§ **Dataset content**:
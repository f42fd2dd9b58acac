/** Reads what the local mail catcher received (the folder in inject('testEnv').DEV_MAIL_DIR). */
import { inject } from 'vitest';
import { readCaughtMail, type CaughtMail } from '../../scripts/lib/mail-catcher';

/** Waits for the newest message to `to` (optionally whose subject contains `subject`). */
export async function waitForMail(to: string, opts: { subject?: string; after?: number; timeoutMs?: number } = {}): Promise<CaughtMail> {
  const dir = inject('testEnv').DEV_MAIL_DIR;
  const deadline = Date.now() + (opts.timeoutMs ?? 10_000);
  for (;;) {
    const found = readCaughtMail(dir).find(
      (m) =>
        m.to.some((t) => t.toLowerCase() === to.toLowerCase()) &&
        (!opts.subject || m.subject.includes(opts.subject)) &&
        (!opts.after || Date.parse(m.receivedAt) >= opts.after),
    );
    if (found) return found;
    if (Date.now() > deadline) throw new Error(`no e-mail to ${to} arrived`);
    await new Promise((r) => setTimeout(r, 100));
  }
}

/** All messages to `to`, newest first. */
export const mailTo = (to: string): CaughtMail[] =>
  readCaughtMail(inject('testEnv').DEV_MAIL_DIR).filter((m) => m.to.some((t) => t.toLowerCase() === to.toLowerCase()));

/** The first Brineline link in a message's text, and the token after its '#'. */
export function linkIn(mail: CaughtMail): { url: string; token: string } {
  const m = /(https?:\/\/\S+?#([A-Za-z0-9_-]{43}))/.exec(mail.text);
  if (!m) throw new Error(`no link in the message "${mail.subject}"`);
  return { url: m[1], token: m[2] };
}
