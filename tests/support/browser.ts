/** Debian's Chromium driven by playwright-core: no browser downloads. */
import { spawnSync } from 'node:child_process';
import fs from 'node:fs';
import path from 'node:path';
import { chromium, type Browser } from 'playwright-core';
import { ROOT } from './stack';

export const CHROMIUM = '/usr/bin/chromium';
export const SCREENSHOT_DIR = path.join(ROOT, 'test-results', 'screenshots');

/**
 * Debian's packages the browser tests use: Chromium, and poppler-utils (pdfinfo, pdftotext) to read
 * a printed PDF as a reader would. Installs what is missing (as root), else explains what to do.
 */
const PACKAGES: readonly { bin: string; pkg: string }[] = [
  { bin: CHROMIUM, pkg: 'chromium' },
  { bin: '/usr/bin/pdftotext', pkg: 'poppler-utils' },
];

export function ensureChromium(): void {
  const missing = PACKAGES.filter((p) => !fs.existsSync(p.bin));
  if (missing.length === 0) return;
  const names = missing.map((p) => p.pkg);
  if (process.getuid?.() !== 0) throw new Error(`Missing Debian packages: install them with \`sudo apt-get install -y ${names.join(' ')}\`.`);
  const env = { ...process.env, DEBIAN_FRONTEND: 'noninteractive' };
  spawnSync('apt-get', ['update', '-qq'], { stdio: 'inherit', env });
  const res = spawnSync('apt-get', ['install', '-y', '-qq', ...names], { stdio: 'inherit', env });
  if (res.status !== 0 || missing.some((p) => !fs.existsSync(p.bin))) throw new Error(`apt-get could not install ${names.join(' ')}.`);
}

export function launchBrowser(): Promise<Browser> {
  return chromium.launch({
    executablePath: CHROMIUM,
    args: [
      '--headless',
      '--no-sandbox',
      '--disable-gpu',
      '--disable-background-networking',
      '--disable-quic',
      '--no-first-run',
      '--disable-component-update',
      '--disable-sync',
      // Software WebGL, so the 3D view renders with no GPU.
      '--use-angle=swiftshader',
      '--enable-unsafe-swiftshader',
    ],
  });
}

export function screenshotPath(name: string): string {
  fs.mkdirSync(SCREENSHOT_DIR, { recursive: true });
  return path.join(SCREENSHOT_DIR, `${name}.png`);
}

§ **Required action**: Output every line above without altering anything.

§ **Reply to the task**:
repository f42fd2dd9b58acac
/** Reads what the local mail catcher received (the folder in inject('testEnv').DEV_MAIL_DIR). */
import { inject } from 'vitest';
import { readCaughtMail, type CaughtMail } from '../../scripts/lib/mail-catcher';

/** Waits for the newest message to `to` (optionally whose subject contains `subject`). */
export async function waitForMail(to: string, opts: { subject?: string; after?: number; timeoutMs?: number } = {}): Promise<CaughtMail> {
  const dir = inject('testEnv').DEV_MAIL_DIR;
  const deadline = Date.now() + (opts.timeoutMs ?? 10_000);
  for (;;) {
    const found = readCaughtMail(dir).find(
      (m) =>
        m.to.some((t) => t.toLowerCase() === to.toLowerCase()) &&
        (!opts.subject || m.subject.includes(opts.subject)) &&
        (!opts.after || Date.parse(m.receivedAt) >= opts.after),
    );
    if (found) return found;
    if (Date.now() > deadline) throw new Error(`no e-mail to ${to} arrived`);
    await new Promise((r) => setTimeout(r, 100));
  }
}

/** All messages to `to`, newest first. */
export const mailTo = (to: string): CaughtMail[] =>
  readCaughtMail(inject('testEnv').DEV_MAIL_DIR).filter((m) => m.to.some((t) => t.toLowerCase() === to.toLowerCase()));

/** The first Brineline link in a message's text, and the token after its '#'. */
export function linkIn(mail: CaughtMail): { url: string; token: string } {
  const m = /(https?:\/\/\S+?#([A-Za-z0-9_-]{43}))/.exec(mail.text);
  if (!m) throw new Error(`no link in the message "${mail.subject}"`);
  return { url: m[1], token: m[2] };
}
filename tests/support/browser.ts
/** Debian's Chromium driven by playwright-core: no browser downloads. */
import { spawnSync } from 'node:child_process';
import fs from 'node:fs';
import path from 'node:path';
import { chromium, type Browser } from 'playwright-core';
import { ROOT } from './stack';

export const CHROMIUM = '/usr/bin/chromium';
export const SCREENSHOT_DIR = path.join(ROOT, 'test-results', 'screenshots');

/**
 * Debian's packages the browser tests use: Chromium, and poppler-utils (pdfinfo, pdftotext) to read
 * a printed PDF as a reader would. Installs what is missing (as root), else explains what to do.
 */
const PACKAGES: readonly { bin: string; pkg: string }[] = [
  { bin: CHROMIUM, pkg: 'chromium' },
  { bin: '/usr/bin/pdftotext', pkg: 'poppler-utils' },
];

export function ensureChromium(): void {
  const missing = PACKAGES.filter((p) => !fs.existsSync(p.bin));
  if (missing.length === 0) return;
  const names = missing.map((p) => p.pkg);
  if (process.getuid?.() !== 0) throw new Error(`Missing Debian packages: install them with \`sudo apt-get install -y ${names.join(' ')}\`.`);
  const env = { ...process.env, DEBIAN_FRONTEND: 'noninteractive' };
  spawnSync('apt-get', ['update', '-qq'], { stdio: 'inherit', env });
  const res = spawnSync('apt-get', ['install', '-y', '-qq', ...names], { stdio: 'inherit', env });
  if (res.status !== 0 || missing.some((p) => !fs.existsSync(p.bin))) throw new Error(`apt-get could not install ${names.join(' ')}.`);
}

export function launchBrowser(): Promise<Browser> {
  return chromium.launch({
    executablePath: CHROMIUM,
    args: [
      '--headless',
      '--no-sandbox',
      '--disable-gpu',
      '--disable-background-networking',
      '--disable-quic',
      '--no-first-run',
      '--disable-component-update',
      '--disable-sync',
      // Software WebGL, so the 3D view renders with no GPU.
      '--use-angle=swiftshader',
      '--enable-unsafe-swiftshader',
    ],
  });
}

export function screenshotPath(name: string): string {
  fs.mkdirSync(SCREENSHOT_DIR, { recursive: true });
  return path.join(SCREENSHOT_DIR, `${name}.png`);
}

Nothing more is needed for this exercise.